Two Statutory Instruments (SIs) amending the Rules of the Superior Courts will come into effect on 1 October 2016 and introduce significant changes to the existing High Court procedures with the clear aim of creating efficiencies in the use of court time and resources.
A summary of the most important changes included in SI 254 of 2016 (Rules of the Superior Courts (Conduct of Trials) 2016) and SI 255 of 2016 (Rules of the Superior Courts (Chancery and Non-Jury Actions: Pre-trial procedures) 2016) is set out below. In addition to the below, other newly-introduced provisions include those relating to exchange of witness statements, electronic service of documents and evidence by video link.
Both SIs provide for new rules in relation to expert evidence. SI 254 allows a judge to restrict expert evidence to what is reasonably required and to order the appointment of a single joint expert. With the exception of personal injuries actions, where a plaintiff or a defendant intends to offer expert evidence, they must provide details of that intention in the statement of claim or the defence. These details include the field of expertise of the expert and the areas proposed to be covered by that evidence.
SI 254 introduces a novel procedure whereby parties in commercial, competition, chancery and non-jury actions will have the right to put concise written questions on the content of an expert report to another party’s expert or a joint expert.
In circumstances where parties’ experts have contradicting opinions, the judge may order that they meet without the parties or their legal representatives to discuss the proposed evidence and subsequently prepare a joint report setting out which evidence is agreed.
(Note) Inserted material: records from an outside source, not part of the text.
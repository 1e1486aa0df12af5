//! lobemap: aggregate interference, SINR and coverage maps for directional wireless nodes.
//!
//! Data flows one way: a scenario file and its node layout are parsed and validated
//! ([`scenario`], [`nodes`]) into a [`scenario::Scenario`]; the [`engine`] computes raster
//! layers on a [`grid::Grid`]; writers ([`raster`], [`render`], [`hotspots`], [`summary`])
//! turn layers into files. The physics lives in small value types: [`pathloss::PathLoss`],
//! [`antenna::Pattern`] and [`noise`].
#![deny(missing_docs)]

pub mod config;
pub mod engine;
pub mod error;
pub mod geometry;
pub mod io;
pub mod jobs;
pub mod math;
pub mod model;
pub mod random;
pub mod run;

pub use error::{Error, Problem};

/// Value written to raster cells where a layer is undefined (GeoTIFF `GDAL_NODATA`).
pub const NODATA: f32 = -9999.0;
The “debate among experts” procedure may then be utilised whereby both experts are sworn and present the evidence on which they are not agreed, following which they may be required to debate the points of disagreement. After the debate, they can be examined by counsel, the judge and cross-examined on such matters as the judge directs.
The provisions of SI 254 give the court more control over managing the duration of trials and states that any party to proceedings can be asked provide a reasoned estimate of the likely timing of the trial. The judge can make orders limiting the amount of time allowed for opening and closing the case, examining and cross-examining witnesses and can also make directions on the evidence required to include the nature and manner of production of evidence.
Trials with assessors
SI 254 provides that the court can appoint an assessor who has skill and experience in a particular area to assist the court in understanding or clarifying a matter of evidence. The assessor will take part in the proceedings as the court may direct. There will be cost implications for the appointment of an assessor which will for the most part be borne by the unsuccessful party, forming “part of the costs of the proceedings”.
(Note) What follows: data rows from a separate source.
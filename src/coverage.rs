//! Coverage probability P[SINR ≥ T] for a receiver served by a given signal, with fading and
//! shadowing: exact when the wanted signal is Rayleigh without shadowing, otherwise by
//! matching the aggregate interference to a gamma law. Also a seeded Monte Carlo of the same
//! model, for cross-checks.
//!
//! Model: S = S̄ h₀ X₀, I = Σ B_i P̄_i h_i X_i, with B_i ~ Bernoulli(a_i) (activity), h the
//! normalised fading powers (E[h] = 1) and X = 10^(σZ/10) log-normal shadowing (Z standard
//! normal; E[X] = exp((σ ln10/10)²/2), so shadowing raises the mean power).
//!
//! - Exact (Rayleigh S, σ = 0): P = exp(−T N / S̄) Π_i (1 − a_i + a_i L_h(T P̄_i / S̄)), with the
//!   interferers' Laplace transform L_h(t) = E[e^{−t h}]: (1 + t/m)^{−m} (Nakagami, m = 1 for
//!   Rayleigh), (1+K)/(1+K+t)·exp(−Kt/(1+K+t)) (Rician), e^{−t} (none).
//! - Moment matching: μ = E[X] Σ a_i P̄_i, σ² = Σ (a_i E[h²]E[X²] − a_i² E[X]²) P̄_i²; I ≈ Gamma(μ²/σ²,
//!   σ²/μ). The signal's fading is put in gamma form with shape 1/(E[h₀²] − 1) (for Rician h₀
//!   this is (K+1)²/(2K+1), Nakagami 1960; shapes above 50 are taken as 50) and
//!   P = E_{h₀,X₀}[F_I(S̄h₀X₀/T − N)]. Below s* = T·N the integrand is zero, so the signal
//!   integral starts at s*: with s = s* + θ_s x, ∫ f_S(s) F_I(s/T − N) ds = ∫ e^{−x} g(x) dx with a
//!   smooth g, done by 32-point Gauss–Laguerre; the shadowing by 6-point Gauss–Hermite.
//!
//! # References
//! - J. G. Andrews, F. Baccelli and R. K. Ganti, "A tractable approach to coverage and rate in
//!   cellular networks", IEEE Trans. Commun. 59(11), 2011 (Rayleigh coverage via the Laplace
//!   transform of the interference).
//! - M. Haenggi, Stochastic Geometry for Wireless Networks, 2012, ch. 5.

use crate::fading::{Fading, lognormal_moment};
use crate::quadrature::gamma_expectation_rule;

use crate::scenario::FadingSpec;
use crate::units::{db_to_lin, dbm_to_mw};
use rand::{RngExt, SeedableRng};
use rand_distr::{Distribution, Exp1, Gamma, StandardNormal};
use rayon::prelude::*;
use statrs::function::gamma::gamma_lr;

/// Largest gamma shape used for the signal (Rician K above about 20 dB is treated as 50).
pub const MAX_SIGNAL_SHAPE: f64 = 50.0;

/// How coverage is computed.
#[derive(Debug, Clone, Copy, PartialEq, Eq)]
pub enum Method {
    /// Closed form (Rayleigh signal, no shadowing).
    Exact,
    /// Gamma moment matching of the interference.
    MomentGamma,
}

impl Method {
    /// Name used in summaries.
    pub fn name(&self) -> &'static str {
        match self {
            Method::Exact => "exact (Rayleigh signal, Laplace transform of the interference)",
            Method::MomentGamma => "gamma moment matching of the interference, signal in gamma form",
        }
    }
}

/// The coverage model of a scenario.
#[derive(Debug, Clone)]
pub struct CoverageModel {
    /// Method in force.
    pub method: Method,
    /// SINR threshold, linear.
    pub t_lin: f64,
    /// Noise, mW.
    pub noise_mw: f64,
    /// Fading and shadowing.
    pub spec: FadingSpec,
    /// E[X] of shadowing.
    pub e1: f64,
    /// E[h²]·E[X²] of an interferer.
    pub e2: f64,
    /// Gamma shape of the signal's fading (∞: none).
    pub signal_shape: f64,
    rule: Vec<(f64, f64)>,
    /// (shadowing factor X₀, weight) nodes.
    shadow_rule: Vec<(f64, f64)>,
}

impl CoverageModel {
    /// The model for a threshold (dB), noise (dBm) and fading.
    pub fn new(spec: FadingSpec, sinr_db: f64, noise_dbm: f64) -> CoverageModel {
        let e1 = lognormal_moment(spec.shadowing_db, 1);
        let ex2 = lognormal_moment(spec.shadowing_db, 2);
        let method = if spec.signal == Fading::Rayleigh && spec.shadowing_db == 0.0 {
            Method::Exact
        } else {
            Method::MomentGamma
        };
        let signal_shape = spec.signal.gamma_shape().min(MAX_SIGNAL_SHAPE);
        let rule = gamma_expectation_rule(32, 1.0);
        let s_ln = spec.shadowing_db * std::f64::consts::LN_10 / 10.0;
        let shadow_rule = if spec.shadowing_db > 0.0 {
            crate::quadrature::normal_expectation_rule(6).into_iter().map(|(z, w)| ((s_ln * z).exp(), w)).collect()
        } else {
            vec![(1.0, 1.0)]
        };
        CoverageModel {
            method,
            t_lin: db_to_lin(sinr_db),
            noise_mw: dbm_to_mw(noise_dbm),
            spec,
            e1,
            e2: spec.interferer.moment(2) * ex2,
            signal_shape,
            rule,
            shadow_rule,
        }
    }

    /// The interferers' Laplace transform E[e^{−t h}].
    pub fn lt(&self, t: f64) -> f64 {
        match self.spec.interferer {
            Fading::None => (-t).exp(),
            Fading::Rayleigh => 1.0 / (1.0 + t),
            Fading::Nakagami { m } => (1.0 + t / m).powf(-m),
            Fading::Rician { k } => (1.0 + k) / (1.0 + k + t) * (-k * t / (1.0 + k + t)).exp(),
        }
    }

    /// Exact form from Σ log2(1 − a + a L(T p / S)) over interferers.
    pub fn from_log2_product(&self, s_mw: f64, sum_log2: f64) -> f64 {
        if s_mw <= 0.0 {
            return 0.0;
        }
        (-self.t_lin * self.noise_mw / s_mw).exp() * sum_log2.exp2()
    }

    /// Moment form from Σ a p and Σ (a e2 − a² e1²) p² (p the unshadowed mean powers).
    pub fn from_moments(&self, s_mw: f64, sum_ap: f64, sum_var: f64) -> f64 {
        if s_mw <= 0.0 {
            return 0.0;
        }
        let mu = self.e1 * sum_ap;
        let var = sum_var.max(0.0);
        let f_i = |z: f64| -> f64 {
            if z < 0.0 {
                0.0
            } else if mu <= 0.0 {
                1.0
            } else if var <= mu * mu * 1e-12 {
                if z >= mu { 1.0 } else { 0.0 }
            } else {
                let (k, theta) = (mu * mu / var, var / mu);
                gamma_lr(k, z / theta)
            }
        };
        let mut total = 0.0;
        let m = self.signal_shape;
        let s_star = self.t_lin * self.noise_mw;
        let lg = statrs::function::gamma::ln_gamma(m);
        for &(x0, wx) in &self.shadow_rule {
            let s = s_mw * x0;
            total += wx
                * if m.is_finite() {
                    // s = s* + θ x, θ = s̄/m; f_S(s) ds = e^{−x} · e^{−y*} (y* + x)^{m−1} / Γ(m) dx.
                    let theta = s / m;
                    let ystar = s_star / theta;
                    // F_I ≤ 1, so P ≤ Q(m, y*): when that bound is negligible, skip the sum.
                    if statrs::function::gamma::gamma_ur(m, ystar) < 1e-9 {
                        0.0
                    } else {
                        self.rule
                            .iter()
                            .map(|&(x, w)| {
                                let y = ystar + x;
                                let lnf = -ystar + (m - 1.0) * y.ln() - lg;
                                w * lnf.exp() * f_i(theta * y / self.t_lin - self.noise_mw)
                            })
                            .sum::<f64>()
                    }
                } else {
                    f_i(s / self.t_lin - self.noise_mw)
                };
        }
        total.clamp(0.0, 1.0)
    }

    /// P[SINR ≥ T] for mean signal `s_mw` and interferers (activity, mean power mW).
    pub fn probability(&self, s_mw: f64, interferers: &[(f64, f64)]) -> f64 {
        match self.method {
            Method::Exact => {
                let l: f64 =
                    interferers.iter().map(|&(a, p)| (1.0 - a + a * self.lt(self.t_lin * p / s_mw)).log2()).sum();
                self.from_log2_product(s_mw, l)
            }
            Method::MomentGamma => {
                let e1sq = self.e1 * self.e1;
                let (ap, v) = interferers
                    .iter()
                    .fold((0.0, 0.0), |acc, &(a, p)| (acc.0 + a * p, acc.1 + (a * self.e2 - a * a * e1sq) * p * p));
                self.from_moments(s_mw, ap, v)
            }
        }
    }

    /// Seeded Monte Carlo of P[SINR ≥ T]: (estimate, 95 % Wilson interval low, high).
    pub fn monte_carlo(&self, s_mw: f64, interferers: &[(f64, f64)], trials: usize, seed: u64) -> (f64, f64, f64) {
        const CHUNK: usize = 4096;
        let chunks = trials.div_ceil(CHUNK);
        let sigma_ln = self.spec.shadowing_db * std::f64::consts::LN_10 / 10.0;
        let hits: usize = (0..chunks)
            .into_par_iter()
            .map(|c| {
                let mut rng = rand_pcg::Pcg64Mcg::seed_from_u64(seed.wrapping_mul(0x9E37_79B9_7F4A_7C15) ^ c as u64);
                let n = CHUNK.min(trials - c * CHUNK);
                let sig = sampler(self.spec.signal);
                let intf = sampler(self.spec.interferer);
                let shadow = |rng: &mut rand_pcg::Pcg64Mcg| -> f64 {
                    if sigma_ln > 0.0 {
                        let z: f64 = StandardNormal.sample(rng);
                        (sigma_ln * z).exp()
                    } else {
                        1.0
                    }
                };
                let mut hits = 0;
                for _ in 0..n {
                    let s = s_mw * sig(&mut rng) * shadow(&mut rng);
                    let mut i = 0.0;
                    for &(a, p) in interferers {
                        if rng.random::<f64>() < a {
                            i += p * intf(&mut rng) * shadow(&mut rng);
                        }
                    }
                    if s >= self.t_lin * (i + self.noise_mw) {
                        hits += 1;
                    }
                }
                hits
            })
            .sum();
        wilson(hits, trials)
    }
}

type Sampler = Box<dyn Fn(&mut rand_pcg::Pcg64Mcg) -> f64 + Sync>;

fn sampler(f: Fading) -> Sampler {
    match f {
        Fading::None => Box::new(|_| 1.0),
        Fading::Rayleigh => Box::new(|r| Exp1.sample(r)),
        Fading::Nakagami { m } => {
            let g = Gamma::new(m, 1.0 / m).expect("validated m");
            Box::new(move |r| g.sample(r))
        }
        Fading::Rician { k } => {
            let (a, s) = ((k / (k + 1.0)).sqrt(), (0.5 / (k + 1.0)).sqrt());
            Box::new(move |r| {
                let x: f64 = StandardNormal.sample(r);
                let y: f64 = StandardNormal.sample(r);
                (a + s * x).powi(2) + (s * y).powi(2)
            })
        }
    }
}

/// Wilson score interval at 95 % (z = 1.959964) for `hits` successes in `n` trials:
/// (estimate, low, high).
pub fn wilson(hits: usize, n: usize) -> (f64, f64, f64) {
    if n == 0 {
        return (f64::NAN, 0.0, 1.0);
    }
    let (p, nf, z) = (hits as f64 / n as f64, n as f64, 1.959_964);
    let d = 1.0 + z * z / nf;
    let c = (p + z * z / (2.0 * nf)) / d;
    let h = z * (p * (1.0 - p) / nf + z * z / (4.0 * nf * nf)).sqrt() / d;
    (p, (c - h).max(0.0), (c + h).min(1.0))
}

#[cfg(test)]
mod tests {
    use super::*;

    fn model(signal: Fading, interferer: Fading, sh: f64) -> CoverageModel {
        CoverageModel::new(FadingSpec { signal, interferer, shadowing_db: sh }, 3.0, -90.0)
    }

    // The exact Rayleigh formula against its own Monte Carlo (same model, seeded): with
    // 200 000 trials the binomial standard error is below 0.0012; the Wilson interval must
    // contain the formula, and the estimate lie within 4 standard errors.
    #[test]
    fn exact_rayleigh_matches_monte_carlo() {
        let m = model(Fading::Rayleigh, Fading::Rician { k: 4.0 }, 0.0);
        assert_eq!(m.method, Method::Exact);
        let s = dbm_to_mw(-70.0);
        let intf = [(1.0, dbm_to_mw(-80.0)), (0.5, dbm_to_mw(-76.0)), (0.2, dbm_to_mw(-72.0))];
        let p = m.probability(s, &intf);
        let (est, lo, hi) = m.monte_carlo(s, &intf, 200_000, 5);
        let se = (p * (1.0 - p) / 200_000.0).sqrt();
        assert!((est - p).abs() < 4.0 * se, "{est} vs {p}");
        assert!(lo < p + 4.0 * se && hi > p - 4.0 * se);
    }

    // Noise only (no interferer): P = Q(m, m T N / S̄), the gamma survival function (statrs
    // reference), for a Rician K = 9 dB signal in gamma form.
    #[test]
    fn noise_limited_matches_gamma_survival() {
        use statrs::distribution::{ContinuousCDF, Gamma};
        let m = model(Fading::Rician { k: 10f64.powf(0.9) }, Fading::Rayleigh, 0.0);
        let shape = m.signal_shape;
        for s_dbm in [-88.0, -86.0, -84.0, -80.0] {
            let s = dbm_to_mw(s_dbm);
            let want = Gamma::new(shape, shape / s).unwrap().sf(m.t_lin * m.noise_mw);
            let got = m.probability(s, &[]);
            assert!((got - want).abs() < 2e-3, "{s_dbm}: {got} vs {want}");
        }
    }

    // Moment matching is an approximation: for a Nakagami-2 signal, Rayleigh interferers and
    // 4 dB shadowing it stays within 0.03 of the Monte Carlo here (a tolerance of the method,
    // not of sampling: the sampling error is 0.002).
    #[test]
    fn moment_matching_is_close_to_monte_carlo() {
        let m = model(Fading::Nakagami { m: 2.0 }, Fading::Rayleigh, 4.0);
        assert_eq!(m.method, Method::MomentGamma);
        let r = model(Fading::Rician { k: 10f64.powf(0.9) }, Fading::Rayleigh, 0.0);
        let s = dbm_to_mw(-78.0);
        let intf: Vec<(f64, f64)> = (0..8).map(|i| (0.5, dbm_to_mw(-88.0 - 2.0 * i as f64))).collect();
        let (p, (est, _, _)) = (r.probability(s, &intf), r.monte_carlo(s, &intf, 100_000, 3));
        assert!((est - p).abs() < 0.03, "rician: {est} vs {p}");
        let s = dbm_to_mw(-70.0);
        let intf: Vec<(f64, f64)> = (0..12).map(|i| (0.6, dbm_to_mw(-84.0 - i as f64))).collect();
        let p = m.probability(s, &intf);
        let (est, _, _) = m.monte_carlo(s, &intf, 100_000, 9);
        assert!((est - p).abs() < 0.03, "{est} vs {p}");
    }

    // Wilson interval (Wilson 1927; e.g. Agresti and Coull 1998): 8 of 10 gives
    // [0.4902, 0.9433] at 95 % (from memory; recomputed by hand from the formula).
    #[test]
    fn wilson_interval() {
        let (p, lo, hi) = wilson(8, 10);
        assert_eq!(p, 0.8);
        assert!((lo - 0.4902).abs() < 1e-3 && (hi - 0.9433).abs() < 1e-3, "{lo} {hi}");
    }
}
SI 254 provides that the court can direct that commercial, competition, chancery and non-jury trials be conducted in particular stages / modules where appropriate. The court can determine the questions or issues arising in each module and direct the exchange of written submissions relevant to that module.
Once the rules are introduced, the court will be in a position to order disclosure of information not obtainable by way of discovery or answers to interrogatories from a non-party. Like the current rules governing discovery, the party seeking the information must, before issuing a motion, write to the non-party and request that the disclosure be made voluntarily but this requirement can be overlooked if the court deems it appropriate.
Chancery and Non-Jury List
SI 255 introduces new case management rules for the Chancery and Non-jury list similar to those in place in the Commercial and Competition lists which will be managed by a list judge, with overarching pre-trial powers. The list judge will be able to give directions and make orders for the conduct of the proceedings in a manner which is “just, expeditious and likely to minimise the costs of those proceedings”, including fixing time limits and making directions in relation to pre-trial conferences, pleadings, evidence and the conduct of the trial.
While the rules will no doubt reduce court delays if utilised effectively, it will put significant pressure on parties and their legal representatives to meet deadlines and avoid delay.
However in seeking to save time at hearing, it is likely that the work and steps (and time) involved in preparing those cases will be increased through the new rules, with a knock-on impact on costs. One example is the provision allowing for written questions to be put to an expert. While having the potential to expedite the hearing itself by constituting a form of cross-examination in advance, could also itself delay preparations for hearing. For example, SI 254 provides that an expert does not have to answer any questions that are disproportionate, unnecessary or not within the expert’s field of expertise. The new rules provide that disputes as to the appropriateness of these questions can be determined by the court by motion on notice. Such motions, alongside similar disputes relating to discovery and replies to particulars, have the potential to increase the time and costs required before a matter may be certified as ready for hearing.
The rules may ultimately encourage settlement in many instances due to the early identification of issues in dispute, which would, in turn, free up valuable court resources. When the new term commences in October, it will be interesting to see to what extent the new rules will be utilised by judges and whether any long-term benefits will be visible.